With produce at its finest at harvest time take advantage of it and make a great chowder like this one. My family loved this recipe!
Look at the color of this glorious vegetable. If you see an orange cauliflower at your farmers market or grocery store grab it. You will be very happy you did!
5 Health Benefits of Cauliflower
- Bone Health
- Helps with Detox
- Aids in reducing high blood pressure
- Strengthens your immune system
- Helps reduce the risk of cancer
All of these benefits in a big bowl of chowder can’t be beat!!
How to Make Corn Chowder
Chop, chop, chop and into the slow cooker it goes!! Making a chowder is easy.
We put all the ingredients, cauliflower, leeks, onion, garlic, chicken broth, thyme, water, salt and pepper into the slow cooker and let it do its magic.
After 3-4 hours of cooking when the vegetables are fork tender, the chowder is then pureed with an immersion blender until fairly smooth.
While the chowder is still hot; the cheese and grilled sweet corn are then added and stirred followed by the half and half cream.
This will add in all that necessary creamy goodness that you love in a chowder.
You can also substitute a higher fat milk for the half and half if you would like to reduce the calories, but I really like the richness from half and half.
I liked having the corn kernels whole in the soup to give it texture and grilling the corn gives it more flavor and sweetness.
A trick to remove the kernels from the cob is to stand it up with a small bowl inverted into a big bowl.

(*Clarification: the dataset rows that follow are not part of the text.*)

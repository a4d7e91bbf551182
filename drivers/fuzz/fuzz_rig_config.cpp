// Fuzz target for the daemon's whole TOML config (config/daemon_config): any
// text either loads or is refused with drivers::ConfigError naming the key
// (TOML syntax errors are turned into ConfigError too). Any other exception
// escaping, a crash or a sanitizer report is a bug. The loader is pure (paths
// are only joined, never opened), so the base folder need not exist.
#include <cstdint>
#include <string>

#include "config/daemon_config.hpp"

extern "C" int LLVMFuzzerTestOneInput(const std::uint8_t* data, std::size_t size) {
    const std::string text(reinterpret_cast<const char*>(data), size);
    try {
        const auto c = tensile::load_daemon_config_text(text, "/nonexistent/fuzz");
        // A loaded config must name at least one source: the loader promises it.
        if (c.drivers.sources.empty()) __builtin_trap();
    } catch (const tensile::drivers::ConfigError&) {
    }
    return 0;
}
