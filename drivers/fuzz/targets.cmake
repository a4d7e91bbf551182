# The fuzz targets by name; each has a seed folder seeds/<name without fuzz_>.
# Included by drivers/fuzz/CMakeLists.txt (which builds them) and by
# tests/hardening/CMakeLists.txt (which runs them in the sanitizer tree).
set(TENSILED_FUZZ_TARGETS fuzz_lines fuzz_keyvalue fuzz_binary fuzz_control fuzz_config fuzz_rig_config
    fuzz_monitor_request fuzz_monitor_body fuzz_table_reader)
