// Compaction of the analyzer's history; see history.hpp.
#include "history.hpp"

#include <algorithm>
#include <cmath>
#include <cstring>

namespace tensile {

namespace {

// Mean of the finite values in v[from, to); NaN when there are none. Written
// without a branch per value so the compiler can vectorise it: compaction
// runs over every row of a long run many times.
double finite_mean(const double* v, std::size_t from, std::size_t to) {
    if (to - from == 1) return v[from];  // a group of one stays as it was
    double sum = 0;
    std::size_t count = 0;
    for (std::size_t k = from; k < to; ++k) {
        const bool finite = std::isfinite(v[k]);
        sum += finite ? v[k] : 0.0;
        count += finite;
    }
    return count ? sum / static_cast<double>(count) : NAN;
}

}  // namespace

RowMap History::compact(std::size_t target, std::size_t keep) {
    const std::size_t n = size();
    RowMap map;
    map.merged = merged_rows_;
    map.single_from = merged_rows_;
    map.kept_at = merged_rows_;
    if (n <= target || n <= merged_rows_ + keep) return map;  // nothing to gain

    // The smallest stride (a multiple of the present one) that fits the target.
    const std::size_t singles = n - merged_rows_;
    std::size_t stride = stride_;
    while (true) {
        const std::size_t ratio = stride / stride_;
        const std::size_t groups = (singles - keep) / stride;
        const std::size_t rows = (merged_rows_ + ratio - 1) / ratio + groups + (singles - groups * stride);
        if (rows <= target || stride > n) break;
        stride *= 2;
    }
    map.ratio = stride / stride_;
    map.group = stride;
    map.single_from = merged_rows_ + (singles - keep) / stride * stride;
    const std::size_t first_single = (merged_rows_ + map.ratio - 1) / map.ratio;
    map.kept_at = first_single + (map.single_from - merged_rows_) / stride;

    // New row j only reads old rows at or after j, so the merge runs in
    // place: merged rows regrouped `ratio` to one, singles `stride` to one,
    // and the kept singles moved down in one block.
    const std::size_t kept = n - map.single_from;
    const std::size_t rows = map.kept_at + kept;
    for (auto* column : {&time_s, &force_N, &strain, &stress_MPa, &extension_mm, &crosshead_mm}) {
        double* v = column->data();
        std::size_t j = 0;
        for (std::size_t k = 0; k < merged_rows_; k += map.ratio)
            v[j++] = finite_mean(v, k, std::min(k + map.ratio, merged_rows_));
        for (std::size_t k = merged_rows_; k < map.single_from; k += stride) v[j++] = finite_mean(v, k, k + stride);
        std::memmove(v + j, v + map.single_from, kept * sizeof(double));
        column->resize(rows);
    }
    {
        double* v = running_max.data();
        std::size_t j = 0;
        for (std::size_t k = 0; k < merged_rows_; k += map.ratio) v[j++] = v[std::min(k + map.ratio, merged_rows_) - 1];
        for (std::size_t k = merged_rows_; k < map.single_from; k += stride) v[j++] = v[k + stride - 1];
        std::memmove(v + j, v + map.single_from, kept * sizeof(double));
        running_max.resize(rows);
    }
    stride_ = stride;
    merged_rows_ = map.kept_at;
    return map;
}

}  // namespace tensile
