// Strain rate over a sliding time window, checked against the profile's band
// for the current phase of the test. Reports leaving and re-entering the band
// (after the new state has lasted half a window, so noise at the edge doesn't
// chatter) and adds up the time inside and outside per phase. A rate below a
// twentieth of the band's lower limit counts as a pause (the frame held, e.g.
// for removing the extensometer): not checked and not counted.
#pragma once

#include <cstddef>
#include <optional>

#include "history.hpp"
#include "profile.hpp"
#include "results.hpp"

namespace tensile {

class RateMonitor {
public:
    explicit RateMonitor(const Profile& profile) : profile_(profile) {}

    enum class Change { none, left_band, back_in_band };

    Change update(const History& h, std::size_t i, RatePhase phase, RateCompliance (&compliance)[rate_phase_count]);

    // The history merged rows (History::compact): row k is now map(k).
    void on_history_compacted(const RowMap& map) { tail_ = map(tail_); }

    [[nodiscard]] std::optional<double> rate_per_s() const { return rate_; }

private:
    const Profile& profile_;
    std::size_t tail_ = 0;          // oldest row inside the window
    std::optional<double> rate_;
    bool reported_inside_ = true;   // the state last reported
    bool inside_ = true;            // the state now
    double state_since_s_ = 0;
};

}  // namespace tensile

This will stop the kernels from landing all over your floor.
This chowder is healthy, hearty and using a slow cooker makes it pretty much effortless too. The last touch is garnishing the soup, adding additional cheese plus bacon and chives make it irresistible.
Can You Freeze Corn Chowder?
You can freeze corn chowder and most soups for that matter to enjoy at a later day. Just omit the toppings (you can freeze the bacon and cheese separately) and freeze in a container with a tight lid.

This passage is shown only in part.